Beginning with the first line of the data below, extract each line up to and including the one containing "range, scale_factor/add_offset), then, in". Copy them exactly and add nothing.

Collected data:
※ ※ ※

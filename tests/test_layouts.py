"""Inputs laid out as gridded products often are: the values `open_input` gives are those the
netCDF library reads, put in the common orientation.

Layouts: latitudes north to south; longitudes in [0, 360); SST and PAR packed as int16 with
scale_factor/add_offset, a _FillValue and a valid range; chunks that do not divide the grid;
chlorophyll stored with netCDF quantization (significant digits); and all of these at once.

Reference, independent of euphotic's reading code: netCDF4-python (the Unidata netCDF-C
library) reading each file with its default automatic masking and scaling (fill value, valid
range, scale_factor/add_offset), then, in this file, latitudes sorted ascending with numpy,
longitudes wrapped to [-180, 180) and sorted with numpy, kelvin turned into degrees Celsius by
subtracting 273.15 (the SI definition of the Celsius scale). Values must be identical (same
floating type, same bits), not merely close.
"""

from __future__ import annotations

import netCDF4
import numpy as np
import pytest

from euphotic import lazyread
from euphotic.readers import InputSpec, open_input

N_LAT, N_LON, DAYS = 36, 72, 3  # a 5-degree global grid: small enough for a quick test
LAYOUTS = {
    "current": {},
    "lat_desc": {"lat_desc": True},
    "lon360": {"lon360": True},
    "packed": {"packed": True},
    "odd_chunks": {"chunks": (1, 10, 14)},
    "quantized": {"quantized": True},
    "packed64": {"packed": "f8"},
    "all": {"lat_desc": True, "lon360": True, "packed": True, "chunks": (1, 10, 14),
            "quantized": True},
}
#: plausible ranges given in the config (model units): some values of every field lie outside
SCREEN = {"chl": (0.05, 5.0), "sst": (0.0, 25.0), "par": (5.0, 55.0)}
ROLE = {"chl": ("mass_concentration_of_chlorophyll_a_in_sea_water", "mg m-3"),
        "sst": ("sea_surface_temperature", "K"),
        "par": ("surface_downwelling_photosynthetic_photon_flux_in_air", "einstein m-2 day-1")}


def _field(var: str, day: int) -> np.ndarray:
    rng = np.random.default_rng(100 * day + len(var))
    base = {"chl": np.exp(rng.normal(-1.0, 1.0, (N_LAT, N_LON))),
            "sst": 273.15 + rng.uniform(-2, 30, (N_LAT, N_LON)),
            "par": rng.uniform(0, 60, (N_LAT, N_LON))}[var]
    base[rng.random((N_LAT, N_LON)) < 0.1] = np.nan  # land and cloud
    return base


def write_day(path, var: str, day: int, *, lat_desc=False, lon360=False, packed=False,
              chunks=(1, 12, 24), quantized=False) -> None:
    """One daily file of one variable, in the given layout (written with netCDF4-python)."""
    lat = -90 + (np.arange(N_LAT) + 0.5) * 180 / N_LAT
    lon = -180 + (np.arange(N_LON) + 0.5) * 360 / N_LON
    values = _field(var, day)
    if lat_desc:
        lat, values = lat[::-1], values[::-1]
    if lon360:
        order = np.argsort(lon % 360)
        lon, values = lon[order] % 360, values[:, order]
    with netCDF4.Dataset(path, "w") as ds:
        ds.createDimension("time", 1)
        ds.createDimension("lat", N_LAT)
        ds.createDimension("lon", N_LON)
        t = ds.createVariable("time", "f8", ("time",))
        t.units, t.standard_name = "days since 2025-04-01", "time"
        t[:] = [day]
        for name, vals, units in (("lat", lat, "degrees_north"), ("lon", lon, "degrees_east")):
            c = ds.createVariable(name, "f8", (name,))
            c.units = units
            c[:] = vals
        pack = packed and var in ("sst", "par")
        kw = {"zlib": True, "complevel": 4, "shuffle": True, "chunksizes": chunks}
        if pack:
            v = ds.createVariable(var, "i2", ("time", "lat", "lon"), fill_value=np.int16(-32767), **kw)
            ftype = np.float64 if packed == "f8" else np.float32  # the type of the unpacked values
            v.scale_factor = ftype(0.005 if var == "sst" else 0.002)
            v.add_offset = ftype(273.15 if var == "sst" else 60.0)
            v.valid_min, v.valid_max = np.int16(-32000), np.int16(32000)
        elif quantized and var == "chl":
            v = ds.createVariable(var, "f4", ("time", "lat", "lon"), fill_value=np.float32(np.nan),
                                  significant_digits=3, quantize_mode="BitGroom", **kw)
        else:
            v = ds.createVariable(var, "f4", ("time", "lat", "lon"), fill_value=np.float32(np.nan), **kw)
        v.standard_name, v.units = ROLE[var]
        v[0] = np.ma.masked_array(np.nan_to_num(values), mask=np.isnan(values))


def reference(paths: list[str], var: str) -> np.ndarray:
    """netCDF4-python's reads, oriented and converted in numpy (see the module docstring)."""
    out = []
    for p in paths:
        with netCDF4.Dataset(p) as ds:
            v = ds[var][0]  # default auto mask and scale: fill, valid range, scale/offset
            lat, lon = ds["lat"][:].data, ds["lon"][:].data
        vals = np.ma.filled(v.astype(v.dtype), np.nan)
        vals = vals[np.argsort(lat)]
        vals = vals[:, np.argsort(((lon + 180) % 360) - 180, kind="stable")]
        if var == "sst":
            vals = vals - 273.15
        out.append(vals)
    return np.stack(out)


@pytest.mark.parametrize("reader", ["chunks", "library"])
@pytest.mark.parametrize("layout", list(LAYOUTS))
def test_layout_values_identical_to_library(tmp_path, monkeypatch, layout, reader):
    if reader == "library":
        monkeypatch.setenv("EUPHOTIC_READER", "netcdf4")
    for var in ("chl", "sst", "par"):
        paths = []
        for day in range(DAYS):
            p = tmp_path / f"{var}_{day}.nc"
            write_day(p, var, day, **LAYOUTS[layout])
            paths.append(str(p))
        lo, hi = SCREEN[var]
        da = open_input(InputSpec(role=var, files=paths, valid_range=(lo, hi)))
        assert da.dims == ("time", "lat", "lon")
        assert np.all(np.diff(da.lat.values) > 0) and np.all(np.diff(da.lon.values) > 0)
        assert da.lon.values.min() < 0  # [-180, 180) whatever the file's convention
        ref = reference(paths, var)
        below, above = (ref < lo).sum(axis=(1, 2)), (ref > hi).sum(axis=(1, 2))
        within = ((ref >= lo) & (ref <= hi)).sum(axis=(1, 2))
        ref = np.where((ref < lo) | (ref > hi), np.nan, ref)  # the screening rule
        got = da.values
        assert got.dtype == ref.dtype, (var, got.dtype, ref.dtype)
        np.testing.assert_array_equal(got, ref, err_msg=f"{layout} {var} {reader}")
        assert np.isnan(got).any() and np.isfinite(got).any()
        counts = np.asarray(da.attrs["screen_counts"].totals.compute())
        assert below.sum() > 0 and above.sum() > 0
        np.testing.assert_array_equal(counts, np.stack([below, above, within], axis=1))


def test_layout_tasks_are_one_per_stored_piece(tmp_path, monkeypatch):
    """No separate reordering or decoding layers: the input's graph is its read tasks plus
    the screening counts; with one stored chunk per block, blocks follow the stored chunks
    cut at the longitude seam."""
    monkeypatch.setattr(lazyread, "BLOCK_CELLS", 1)
    paths = []
    for day in range(2):
        p = tmp_path / f"sst_{day}.nc"
        write_day(p, "sst", day, **LAYOUTS["all"])
        paths.append(str(p))
    da = open_input(InputSpec(role="sst", files=paths))
    layers = da.data.__dask_graph__().layers
    names = [str(k).split("-")[0] for k in layers]
    assert not any(n in ("getitem", "shuffle", "take", "where", "astype", "add", "mul")
                   for n in names), names
    # latitudes: stored chunks of 10 over 36 rows, reversed -> 6, 10, 10, 10
    assert da.data.chunks[1] == (6, 10, 10, 10)
    # longitudes: chunks of 14 over 72, the seam at stored index 36 splits the third chunk
    # (28..42): the output starts at stored 36 -> pieces 36-42, 42-56, 56-70, 70-72, 0-14, ...
    assert da.data.chunks[2] == (6, 14, 14, 2, 14, 14, 8)


@pytest.mark.parametrize(("order", "runs"), [
    (np.arange(10), [(0, 0, 1)]),
    (np.arange(10)[::-1], [(0, 9, -1)]),
    (np.array([5, 6, 7, 8, 9, 0, 1, 2, 3, 4]), [(0, 5, 1), (5, 0, 1)]),
    (np.array([4, 3, 2, 1, 0, 9, 8, 7, 6, 5]), [(0, 4, -1), (5, 9, -1)]),
])
def test_runs_of_permutations(order, runs):
    # expected runs worked out by hand from the permutation's definition
    assert lazyread.runs_of(order) == runs


def test_irregular_order_falls_back():
    assert lazyread.runs_of(np.array([0, 2, 1, 3, 5, 4, 6, 8, 7, 9])) is None


@pytest.mark.parametrize(("order", "chunk", "group", "blocks"), [
    # stored chunks of 4 over 10 cells, ascending: [0, 4), [4, 8), [8, 10); in pairs
    (np.arange(10), 4, 1, [(0, 4, 0, 1), (4, 8, 4, 1), (8, 10, 8, 1)]),
    (np.arange(10), 4, 2, [(0, 8, 0, 1), (8, 10, 8, 1)]),
    # reversed: output 0 is stored 9; the first block is the rest of chunk [8, 10)
    (np.arange(10)[::-1], 4, 1, [(0, 2, 9, -1), (2, 6, 7, -1), (6, 10, 3, -1)]),
    (np.arange(10)[::-1], 4, 2, [(0, 6, 9, -1), (6, 10, 3, -1)]),
    # rotated at stored 5 (a seam inside chunk [4, 8)): 5..9 then 0..4
    (np.r_[5:10, 0:5], 4, 1, [(0, 3, 5, 1), (3, 5, 8, 1), (5, 9, 0, 1), (9, 10, 4, 1)]),
])
def test_axis_blocks(order, chunk, group, blocks):
    # worked out by hand: each block is a contiguous stored range inside one run
    assert lazyread.axis_blocks(order, chunk, group) == blocks


def test_block_group_sizes():
    # 256 x 512 stored chunks on a 1/24-degree grid: 2 chunks side by side, 2 rows: 512 x 1024
    assert lazyread.block_group(256, 512, 4320, 8640) == (2, 2)
    # 540 x 1080 chunks: one is already about 2**19 cells
    assert lazyread.block_group(540, 1080, 4320, 8640) == (1, 1)
    # a small grid is one block
    assert lazyread.block_group(10, 14, 36, 72) == (4, 6)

※ ※ ※

RESULT BELOW:
filename tests/test_layouts.py
"""Inputs laid out as gridded products often are: the values `open_input` gives are those the
netCDF library reads, put in the common orientation.

Layouts: latitudes north to south; longitudes in [0, 360); SST and PAR packed as int16 with
scale_factor/add_offset, a _FillValue and a valid range; chunks that do not divide the grid;
chlorophyll stored with netCDF quantization (significant digits); and all of these at once.

Reference, independent of euphotic's reading code: netCDF4-python (the Unidata netCDF-C
library) reading each file with its default automatic masking and scaling (fill value, valid
range, scale_factor/add_offset), then, in this file, latitudes sorted ascending with numpy,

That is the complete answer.